== PROBLEM REQUIREMENTS ==
Find the word "void" in the data. Return every line where it appears.

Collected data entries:

-- Opening Marker --

"""Data mutations on content and on the files themselves: dtypes, shapes, values, labels, expected values, array
names, and special files (FIFOs, /dev/zero, symlinks, sub-folders, names with rich markup). Each is
``(arrays, rng, ctx) -> Path`` (see fuzz_data.py)."""
from __future__ import annotations

import os
from pathlib import Path

import numpy as np
from fuzz_npz import npy_bytes, place, write_npz

# ---------------------------------------------------------------- content damage


def _where(rng):
    return rng.choices(("npz", "npz_deflate", "folder", "npy"), weights=(6, 2, 2, 1))[0]


def _save(arrays, rng, ctx) -> Path:
    where = _where(rng)
    if where == "npy" and len(arrays) != 1:
        where = "npz"
    return place({}, {k: npy_bytes(v) for k, v in arrays.items()}, where, ctx)


def arr_dtype(arrays, rng, ctx):
    x = arrays["pixels"]
    kind = rng.choice(("object", "structured", "unicode", "bytes", "complex", "bool", "datetime", "float16",
                       "float64_overflow", "int32", "uint8", "bigendian", "int64_huge", "float64", "void"))
    arrays["pixels"] = {
        "object": lambda: np.array([x[i] for i in range(len(x))] + [None], dtype=object)[:-1],
        "structured": lambda: np.zeros(x.shape, dtype=[("a", "<f4"), ("b", "<i4")]),
        "unicode": lambda: x.astype(str),
        "bytes": lambda: x.astype("S8"),
        "complex": lambda: x.astype(np.complex64),
        "bool": lambda: x > 0.5,
        "datetime": lambda: x.astype(np.int64).astype("M8[s]"),
        "float16": lambda: x.astype(np.float16),
        "float64_overflow": lambda: np.where(x > 0.9, 1e300, x),
        "int32": lambda: (x * 16).astype(np.int32),
        "uint8": lambda: (x * 16).astype(np.uint8),
        "bigendian": lambda: x.astype(">f4"),
        "int64_huge": lambda: np.full(x.shape, 2**62, np.int64),
        "float64": lambda: x.astype(np.float64),
        "void": lambda: x.view(np.dtype("V4")),
    }[kind]()
    return _save(arrays, rng, ctx)


def arr_shape(arrays, rng, ctx):
    x = arrays["pixels"]
    n = len(x)
    arrays["pixels"] = rng.choice((
        x.reshape(n, 64), x.reshape(n, 8, 8), x.reshape(n, 1, 8, 8, 1), x[:, :, :4, :], x.reshape(n * 64),
        np.zeros((n, 3, 8, 8), np.float32), np.zeros((n, 1, 16, 16), np.float32), np.float32(1.0),
        x.reshape(n, 1, 64, 1), np.zeros((n, 0, 8, 8), np.float32), x.transpose(0, 2, 3, 1),
        np.asfortranarray(x),
    ))
    return _save(arrays, rng, ctx)


def arr_values(arrays, rng, ctx):
    x = arrays["pixels"].copy()
    kind = rng.choice(("nan", "inf", "ninf", "huge", "zeros", "constant", "denormal", "one", "two", "empty",
                       "negative", "max32"))
    if kind in ("nan", "inf", "ninf"):
        x.flat[rng.randrange(x.size)] = {"nan": np.nan, "inf": np.inf, "ninf": -np.inf}[kind]
    elif kind == "huge":
        x[...] = 3.2e38
    elif kind == "max32":
        x[: max(1, len(x) // 2)] = np.finfo(np.float32).max
    elif kind == "zeros":
        x[...] = 0
    elif kind == "constant":
        x[...] = 0.5
    elif kind == "denormal":
        x[...] = 1e-44
    elif kind == "negative":
        x = -x * 1e6
    elif kind in ("one", "two", "empty"):
        k = {"one": 1, "two": 2, "empty": 0}[kind]
        x = x[:k]
        for name in ("labels", "expected", "targets"):
            if name in arrays:
                arrays[name] = arrays[name][:k]
    arrays["pixels"] = x
    return _save(arrays, rng, ctx)


def labels_bad(arrays, rng, ctx):
    n = len(arrays["pixels"])
    base = arrays.get("labels", np.arange(n) % 10)
    arrays["labels"] = rng.choice((
        np.full(n, 10), np.full(n, 1000), np.full(n, 2**40), np.full(n, np.iinfo(np.int64).max),
        np.where(np.arange(n) == 3, -1, base), base.astype(np.float32), base.astype(np.float32) + 0.5,
        np.stack([base, base], 1), base[:-1], np.concatenate([base, base[:1]]), base > 4,
        base.astype(np.uint64) + np.uint64(2**63), base.astype(np.int8), base.astype(str),
        np.int64(3), np.full(n, np.nan), np.zeros(n, np.int64), np.array([0] * n, dtype=object),
    ))
    return _save(arrays, rng, ctx)


def expected_bad(arrays, rng, ctx):
    n = len(arrays["pixels"])
    # "targets" is the older name of "expected", still read: both names are mutated
    arrays[rng.choice(("expected", "targets"))] = rng.choice((
        np.zeros(n, np.float32), np.ones((n, 10), np.float32), np.ones((n, 3), np.float32),
        np.full(n, np.nan), np.zeros(n + 1), np.arange(n).astype(str), np.full((n, 10), 3.2e38, np.float32),
        np.arange(n) % 10,
    ))
    if rng.random() < 0.5:
        arrays.pop("labels", None)
    return _save(arrays, rng, ctx)


def arrays_names(arrays, rng, ctx):
    style = rng.choice(("extra", "renamed", "only_labels", "two_inputs", "reserved_only", "markup"))
    x = arrays["pixels"]
    if style == "extra":
        arrays[rng.choice(("extra", "weights", "logits", "pixels2"))] = x
    elif style == "renamed":
        arrays[rng.choice(("x", "input", "", "[red]", "labels ", "LABELS"))] = arrays.pop("pixels")
    elif style == "only_labels":
        arrays = {"labels": np.arange(len(x)) % 10}
    elif style == "two_inputs":
        arrays["pixels_b"] = x
        arrays["labels"] = np.arange(len(x)) % 10
    elif style == "reserved_only":
        arrays = {rng.choice(("expected", "targets")): x.reshape(len(x), -1)}
    else:
        arrays["[/b]"] = arrays.pop("pixels")
    return _save(arrays, rng, ctx)


# ---------------------------------------------------------------- special files and paths


def folder_special(arrays, rng, ctx):
    folder = ctx.work / rng.choice(("data", "data.npz", "[red]data", "da ta"))
    folder.mkdir()
    style = rng.choice(("subdir", "fifo", "devzero", "link_out", "link_loop", "hidden", "empty", "markup",
                        "broken_link", "link_in"))
    for k, v in arrays.items():
        if style in ("fifo", "devzero", "link_out", "link_loop", "broken_link", "link_in", "hidden") and k == "pixels":
            continue
        (folder / f"{k}.npy").write_bytes(npy_bytes(v))
    target = folder / "pixels.npy"
    if style == "subdir":
        (folder / "x.npy").mkdir()
        (folder / "x.npy" / "pixels.npy").write_bytes(npy_bytes(arrays["pixels"]))
    elif style == "fifo":
        os.mkfifo(target)
    elif style == "devzero":
        os.symlink("/dev/zero", target)
    elif style == "link_out":
        outside = ctx.work.parent / f"{ctx.work.name}_outside.npy"
        outside.write_bytes(npy_bytes(arrays["pixels"]))
        os.symlink(outside, target)
    elif style == "link_loop":
        os.symlink("pixels.npy", target)
    elif style == "broken_link":
        os.symlink("nothere.npy", target)
    elif style == "link_in":
        (folder / "real.bin").write_bytes(npy_bytes(arrays["pixels"]))
        os.symlink("real.bin", target)
    elif style == "hidden":
        (folder / ".pixels.npy").write_bytes(npy_bytes(arrays["pixels"]))
    elif style == "empty":
        for p in folder.iterdir():
            p.unlink()
    elif style == "markup":
        os.rename(target, folder / "[red]pix.npy")
    return folder


def path_special(arrays, rng, ctx):
    style = rng.choice(("fifo", "devzero", "devnull", "dir_npz", "missing", "model", "npy_single", "markup",
                        "markup_close", "long", "proc", "unreadable_link"))
    work = ctx.work
    if style == "fifo":
        os.mkfifo(work / "data.npz")
        return work / "data.npz"
    if style in ("devzero", "devnull"):
        os.symlink(f"/dev/{style[3:]}", work / "data.npz")
        return work / "data.npz"
    if style == "dir_npz":
        (work / "data.npz").mkdir()
        return work / "data.npz"
    if style == "missing":
        return work / "nothere.npz"
    if style == "model":
        return work / "model.onnx"  # the model file given as data (the driver puts it there)
    if style == "npy_single":
        path = work / "pixels.npy"
        path.write_bytes(npy_bytes(arrays["pixels"]))
        return path
    if style == "markup":
        return write_npz(arrays, work / "[red]data.npz")
    if style == "markup_close":
        (work / "[").mkdir()
        return write_npz(arrays, work / "[" / "b]data.npz")  # the path reads "[/b]data.npz"
    if style == "long":
        return work / ("d" * 300 + ".npz")
    if style == "proc":
        return Path("/proc/self/environ")
    os.symlink("/root/.nonexistent/x.npz", work / "data.npz")
    return work / "data.npz"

-- Closing Marker --

== RESULT ==
                       "float64_overflow", "int32", "uint8", "bigendian", "int64_huge", "float64", "void"))
        "void": lambda: x.view(np.dtype("V4")),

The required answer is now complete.